# New England IPA



## UsernameTaken (22/5/17)

They say the New England IPA is everywhere these days, but I see little evidence of it?

There seems to be no mention of the style here Beer Styles forum and I see little to none of it in my local craft beer bottle shops?

What I have tasted I have really liked, so I would like to know more about how to make it and where to buy it?

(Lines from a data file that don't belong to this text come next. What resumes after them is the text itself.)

package server

import (
	"cmp"
	"net/http"
	"strconv"
	"strings"

	"github.com/labstack/echo/v4"

	"tripwell/export/register"
	"tripwell/store"
)

// previewPage shows what an import would do, with everything a person can mend. After the import it shows what was done.
type previewPage struct {
	Frame
	Crumbs        []link
	Heading, Lead string
	Note          string
	Told          []string
	Sums          []sum
	Action        string
	Go            string // the import button; "" = there is nothing to import
	Asks          []field
	NewSites      []siteOffer
	Kinds         []kindAsk
	Columns       []columnAsk
	Sheets        []sheetAsk
	Rows          []previewRow
	Problems      []problemLine
	More          string
	ProblemsHead  string
	LeftOut       []string
	Rejects       bool // rows were left out; they lie under Action
	Done          bool
	NewTags       field
	Offers        []columnsKept // kept columns that were made for such headings
	KeepAs        field
}

type siteOffer struct{ Code, Name, Rows string }

type kindAsk struct {
	N          int
	Word, Rows string
	Select     field
}

type columnAsk struct {
	N                    int
	Key, Heading, Sample string
	Select               field
	Known                bool
}

type sheetAsk struct {
	N                    int
	Name, State          string
	Header, Site         field
	Skip                 field
	HeaderSaid, SiteSaid string // what was said before, which an untouched field leaves as it is
}

type previewRow struct{ Row, Site, Kind, Place, Circuit, State string }

type problemLine struct {
	Where, Column, Value, Text string
	Skipped                    bool
}

const (
	previewRows    = 12
	problemsOnPage = 100
	leftOutOnPage  = 30
	kindsOnPage    = 60
	columnsOnPage  = 120
	sheetsOnPage   = 64
)

func (s *Server) importShow(c echo.Context) error {
	u, err := s.uploadFor(c)
	if err != nil {
		return err
	}
	if u.done != nil {
		view := s.importDone(c, u)
		s.imports.noted(u)
		return s.page(c, http.StatusOK, "import_preview.html", view)
	}
	p, err := s.prepared(c, u)
	if err != nil {
		return err
	}
	view := s.importPreview(c, u, p)
	if view.Offers, err = s.keptColumns(ofRegister, func(k store.KeptColumns) bool { return k.Name != u.keptAs && k.Fits(u.shapes) }); err != nil {
		return err
	}
	s.imports.noted(u)
	return s.page(c, http.StatusOK, "import_preview.html", view)
}

// importPreview builds the page of an import that has not been made.
func (s *Server) importPreview(c echo.Context, u upload, p *register.Prepared) previewPage {
	k, r := s.ink(), p.Report
	view := previewPage{
		Frame: s.frame(c, k.say("intake.title"), "sites"), Crumbs: []link{{Href: "/sites", Text: k.say("office.nav.sites")}, {Href: "/import", Text: k.say("intake.heading")}},
		Heading: k.say("intake.preview", "name", u.name), Lead: k.say("intake.preview_lead"), Note: u.note, Told: r.Told, Action: "/import/" + u.id,
		NewTags: field{Name: "new_tags", Type: "check", Label: k.say("intake.new_tags"), Hint: k.say("intake.new_tags_hint")}, KeepAs: s.keepAs(u),
	}
	if u.newTags {
		view.NewTags.Value = "yes"
	}
	if n := r.Added + r.Changed; n > 0 || u.newTags && len(p.Plan.NeedTag) > 0 {
		view.Go = k.say("intake.go", "n", count(n))
	} else if len(r.Problems) == 0 && r.Unchanged > 0 {
		view.Note = cmp.Or(view.Note, k.say("intake.nothing_new"))
	}
	view.Sums = s.importSums(r)
	s.previewAsks(&view, u, r)
	s.previewSheets(&view, u, r)
	s.previewRows(&view, p)
	s.previewProblems(&view, r)
	view.Rejects = r.Skipped > 0
	return view
}

func (s *Server) importSums(r register.Report) []sum {
	k := s.ink()
	rows := func(n int, key, shape string) sum {
		if n == 0 {
			shape = ""
		}
		return sum{"#rows", count(n), k.say("intake." + key), k.say("intake." + key + "_under"), shape}
	}
	sums := []sum{rows(r.Added, "sum_new", ""), rows(r.Changed, "sum_changed", ""), rows(r.Unchanged, "sum_unchanged", ""), rows(r.Skipped, "sum_problem", "fail")}
	sums[3].Href = "#problems"
	return sums
}

// previewRows are the first rows as they were understood.
func (s *Server) previewRows(view *previewPage, p *register.Prepared) {
	k := s.ink()
	for _, row := range p.Reading.Rows[:min(len(p.Reading.Rows), previewRows)] {
		line := previewRow{Row: strconv.Itoa(row.Line), Site: row.Site, Circuit: strings.Trim(row.Panel+" / "+row.CircuitNo, " /")}
		if row.Sheet != "" {
			line.Row = row.Sheet + " · " + line.Row
		}
		kind, _ := row.Device["kind"].(string)
		line.Kind = k.named("kind", kind)
		var where []string
		for _, name := range []string{"building", "floor", "room", "name"} {
			if text, _ := row.Place[name].(string); text != "" {
				where = append(where, text)
			}
		}
		line.Place = strings.Join(where, " · ")
		line.State = k.named("intake.state", cmp.Or(p.Plan.States[register.RowAt{Sheet: row.Sheet, Row: row.Line}], "problem"))
		view.Rows = append(view.Rows, line)
	}
}

// columnText is the word for a column that is known here, else its heading.
func columnText(k ink, column string) string {
	if key := "intake.column." + column; column != "" && k.words.Has(key) {
		return k.say(key)
	}
	return column
}

func (s *Server) previewProblems(view *previewPage, r register.Report) {
	k := s.ink()
	for _, p := range r.Problems[:min(len(r.Problems), problemsOnPage)] {
		where := k.say("intake.row", "n", p.Row)
		if p.Sheet != "" {
			where = p.Sheet + " · " + where
		}
		view.Problems = append(view.Problems, problemLine{where, columnText(k, p.Column), p.Value, p.Text, p.Skipped})
	}
	view.ProblemsHead = k.say("intake.problems", "n", count(len(r.Problems)))
	if more := len(r.Problems) - problemsOnPage; more > 0 {
		view.More = k.say("intake.more", "n", count(more))
	}
	for _, t := range r.Tables {
		for _, left := range t.LeftOut {
			if len(view.LeftOut) == leftOutOnPage {
				view.LeftOut = append(view.LeftOut, k.say("intake.more", "n", count(r.LeftOut-leftOutOnPage)))
				return
			}
			where := k.say("intake.row", "n", left.Row)
			if t.Sheet != "" {
				where = t.Sheet + " · " + where
			}
			view.LeftOut = append(view.LeftOut, where+": "+k.named("intake.left", left.Why)+" ("+left.Text+")")
		}
	}
}

// importDone builds the page of an import that was made.
func (s *Server) importDone(c echo.Context, u upload) previewPage {
	k, r := s.ink(), *u.done
	view := previewPage{
		Frame: s.frame(c, k.say("intake.title"), "sites"), Crumbs: []link{{Href: "/sites", Text: k.say("office.nav.sites")}, {Href: "/import", Text: k.say("intake.heading")}},
		Heading: k.say("intake.done", "n", count(r.Added+r.Changed)), Lead: k.say("intake.done_lead", "name", u.name, "sites", count(r.Sites), "tags", count(r.Tags), "records", count(r.Records)),
		Done: true, Action: "/import/" + u.id, Note: u.note, KeepAs: s.keepAs(u),
	}
	view.Sums = s.importSums(r)
	s.previewProblems(&view, r)
	view.Rejects = len(u.rejects) > 0
	return view
}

I had the Hop Nation Jedi Juice at GABS in Melbourne on the weekend and it was by far my standout favourite of the festival!

Cheers,
UNT


----------



## Motabika (22/5/17)

Hargreaves Hill have just done one being sold in bottles, Bacchus have also done one. It's everywhere in the states we are usually a year or so behind.

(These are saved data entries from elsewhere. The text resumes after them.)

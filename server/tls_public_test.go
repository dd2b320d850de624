package server

import (
	"crypto/tls"
	"net/http"
	"net/http/httptest"
	"os"
	"path/filepath"
	"slices"
	"strings"
	"testing"

	"golang.org/x/crypto/acme"
)

// A certificate is asked for by no other name than those given, however a browser says it; what came is kept from others.
func TestPublicNames_AsksForItsOwnNamesOnly(t *testing.T) {
	h := newHouse(t)
	asked := 0
	directory := httptest.NewServer(http.HandlerFunc(func(w http.ResponseWriter, _ *http.Request) {
		asked++
		http.Error(w, "not today", http.StatusForbidden)
	}))
	defer directory.Close()
	p, err := NewPublicNames(h.store, []string{"tests.example.org"}, ACME{Directory: directory.URL, Client: directory.Client()})
	must(t, err)
	c := p.config()
	if c.MinVersion != tls.VersionTLS12 || !slices.Contains(c.NextProtos, "h2") || !slices.Contains(c.NextProtos, acme.ALPNProto) {
		t.Errorf("got TLS from %x, protocols %v", c.MinVersion, c.NextProtos)
	}
	for _, name := range []string{"other.example.org", "tests.example.org.evil.example", "192.0.2.1", ""} {
		if _, err := c.GetCertificate(&tls.ClientHelloInfo{ServerName: name, CipherSuites: []uint16{tls.TLS_ECDHE_ECDSA_WITH_AES_128_GCM_SHA256}}); err == nil || asked > 0 {
			t.Errorf("%q: got %v, %d questions to the authority; want none", name, err, asked)
		}
	}
	hello := &tls.ClientHelloInfo{ServerName: "TESTS.example.org", CipherSuites: []uint16{tls.TLS_ECDHE_ECDSA_WITH_AES_128_GCM_SHA256}, SignatureSchemes: []tls.SignatureScheme{tls.ECDSAWithP256AndSHA256}}
	if _, err := c.GetCertificate(hello); err == nil || asked == 0 {
		t.Errorf("its own name: got %v and %d questions, want the authority to be asked", err, asked)
	}
	info, err := os.Stat(filepath.Join(h.store.KeysDir(), "acme"))
	must(t, err)
	if info.Mode().Perm() != 0o700 {
		t.Errorf("the folder of keys has mode %o, want 700", info.Mode().Perm())
	}
	if _, err := NewPublicNames(h.store, nil, ACME{}); err == nil {
		t.Error("without a name anybody could have certificates asked for")
	}
}

// Over http only the authority's question is answered; browsers are sent to https at a name of ours.
func TestPublicNames_PlainLeadsToItsOwnNames(t *testing.T) {
	p, err := NewPublicNames(newHouse(t).store, []string{"tests.example.org"}, ACME{})
	must(t, err)
	plain := p.plain(nil, "443")
	for path, want := range map[string]string{"http://tests.example.org/t/K7QM2P3?x=1": "https://tests.example.org/t/K7QM2P3?x=1", "http://evil.example/in": "https://tests.example.org/in"} {
		w := httptest.NewRecorder()
		plain.ServeHTTP(w, httptest.NewRequest(http.MethodGet, path, nil))
		if got := w.Header().Get("Location"); got != want {
			t.Errorf("%s: got %q, want %q", path, got, want)
		}
	}
	w := httptest.NewRecorder()
	plain.ServeHTTP(w, httptest.NewRequest(http.MethodGet, "http://tests.example.org/.well-known/acme-challenge/nobody-asked", nil))
	if w.Code != http.StatusNotFound || strings.Contains(w.Body.String(), "Tripwell") {
		t.Errorf("a question nobody asked: got %d", w.Code)
	}
}

// HSTS goes with certificates every browser trusts, over TLS, and never without.
func TestCertificates_StrictOnlyWhereRight(t *testing.T) {
	r := newRig(t, 0)
	for _, c := range []struct {
		kind Certificates
		tls  bool
		want string
	}{{&PublicNames{}, true, strictTransport}, {&PublicNames{}, false, ""}, {&CertificateFiles{public: true}, true, strictTransport}, {&CertificateFiles{}, true, ""}, {&Authority{}, true, ""}, {nil, true, ""}} {
		srv, err := New(r.store, Options{Certificates: c.kind})
		must(t, err)
		req := httptest.NewRequest(http.MethodGet, "https://tests.example.org/in", nil)
		if !c.tls {
			req.TLS = nil
		}
		w := httptest.NewRecorder()
		srv.Handler().ServeHTTP(w, req)
		if got := w.Header().Get("Strict-Transport-Security"); got != c.want {
			t.Errorf("%T, TLS %v: got %q, want %q", c.kind, c.tls, got, c.want)
		}
	}
}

I'm not really interested in cloudy and chewy beer. Give me a on point West Coast IPA any day


----------



## UsernameTaken (22/5/17)

Hop Nation Jedi Juice was not too cloudy or chewy just bright hoppy awesomeness!


----------



## droid (22/5/17)

A little OT, I'm loving my Session NEIPA style, pils, carapils, Munich, acidulated, oats
It's light, cloudy, fruity and punchy - not much to not like, no heavy malt around 4.8%

I think the cloudiness is a mixture of things, one being that part of the dry-hopping is done while the beer is still fermenting, one is the second dry hop, another is oats to round out the mouthfeèl from all the hops

I think some do not use finings and use English yeast

Good onya for getting into it I think it's feckin awesomeness in a glass


----------



## Liam_snorkel (22/5/17)

I had a crack at brewing one, it turned out great. Was hazy but not murky & turbid like some that you see on social media from the US. If I'd left out the whirlfloc I suppose it would have been. Bitterness was nowhere near 100 IBU, that's just brewmate not accounting properly for late hops.

here was my attempt:

Recipe Specs
----------------
Batch Size (L): 23.0
Total Grain (kg): 6.000
Total Hops (g): 420.00 (blaze it)
Original Gravity (OG): 1.060 (°P): 14.7
Final Gravity (FG): 1.015 (°P): 3.8
Alcohol by Volume (ABV): 5.89 %
Colour (SRM): 3.9 (EBC): 7.7
Bitterness (IBU): 99.6 (Average - No Chill Adjusted)
Brewhouse Efficiency (%): 75
Boil Time (Minutes): 60

Grain Bill
----------------
5.000 kg Pale Malt (83.33%)
1.000 kg Flaked Oats (16.67%)

Hop Bill
----------------
30.0 g Cascade Pellet (6.5% Alpha) @ 30 Minutes (Boil) (1.3 g/L)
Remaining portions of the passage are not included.